What about ProRes 4444 away from Final Cut Studio?
One of the great features of the new Final Cut Studio is the new members of the ProRes family. The one I’m using first is ProRes 4444. It provides almost ‘Animation’ codec quality at much smaller file sizes. Final Cut Pro 6’s ProRes 422 and ProRes 422(HQ) are great quality, but they don’t store the colour value of every single pixel of every single frame. If they did, they would be called ProRes 444. Apple went further with this new codec and added a transparency information for each pixel too – the fourth ‘4’ in the name.
But each time Apple brings out cool new codecs to work with new workflows or cameras, post-production people have a dilemma. We can use footage encoded this way internally, but what happens when you need to share with others?

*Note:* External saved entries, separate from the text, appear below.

// SPDX-License-Identifier: GPL-3.0-or-later
// Difference-frequency distortion: two equal tones close together. IEC 60268-3 (from memory), all
// referred to the arithmetic sum of both output tones:
//   d2 = |U(f2 - f1)| / (|U(f1)| + |U(f2)|)
//   d3 = (|U(2 f1 - f2)| + |U(2 f2 - f1)|) / (|U(f1)| + |U(f2)|)
//   total = sqrt(d2^2 + d3^2)
// Beside them, with a root sum of squares in place of the arithmetic sum (common practice): d3-rss,
// total-rss. Total difference-frequency distortion (`tdfd`, after Thiele, from memory) has f1 = 2
// f0 and f2 = 3 f0 - d, so that the lower products of second and third order come together around
// f0:
//   total = sqrt(|U(f2 - f1)|^2 + |U(2 f1 - f2)|^2) / (|U(f1)| + |U(f2)|)
// products.csv lists what stands at every k1 f1 + k2 f2 to order 5, relative to the sum of both
// tones. Peak equal to the sine's.
#pragma once

#include "method/method.h"

namespace kneeprint {

/// `ccif`: 19 and 20 kHz, 1:1 (frequencies from memory), or the pair that tones_hz gives (14 and 15
/// kHz, 11 and 12 kHz).
Method ccif_difference();
/// `tdfd`: exactly 8 and 11.95 kHz, 1:1 (f0 = 4 kHz, d = 50 Hz); its products stand at 3.95 and
/// 4.05 kHz. No options.
Method total_difference();

}  // namespace kneeprint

Before I upgraded to version 7, ‘travelling’ Matt Davis sent me some ProRes 4444 footage with an alpha channel. It played perfectly well on my 6.0.6 timeline with QuickTime 7.6.2 installed.
Good news also if you need to transfer ProRes 4444 footage from your version 7 timeline: QuickTime 7.6.2 has the playback part of ProRes 4444 built-in.
This means you don’t have to send other people the codec for them to see your footage. If they cannot play it, advise them to update their copy of QuickTime.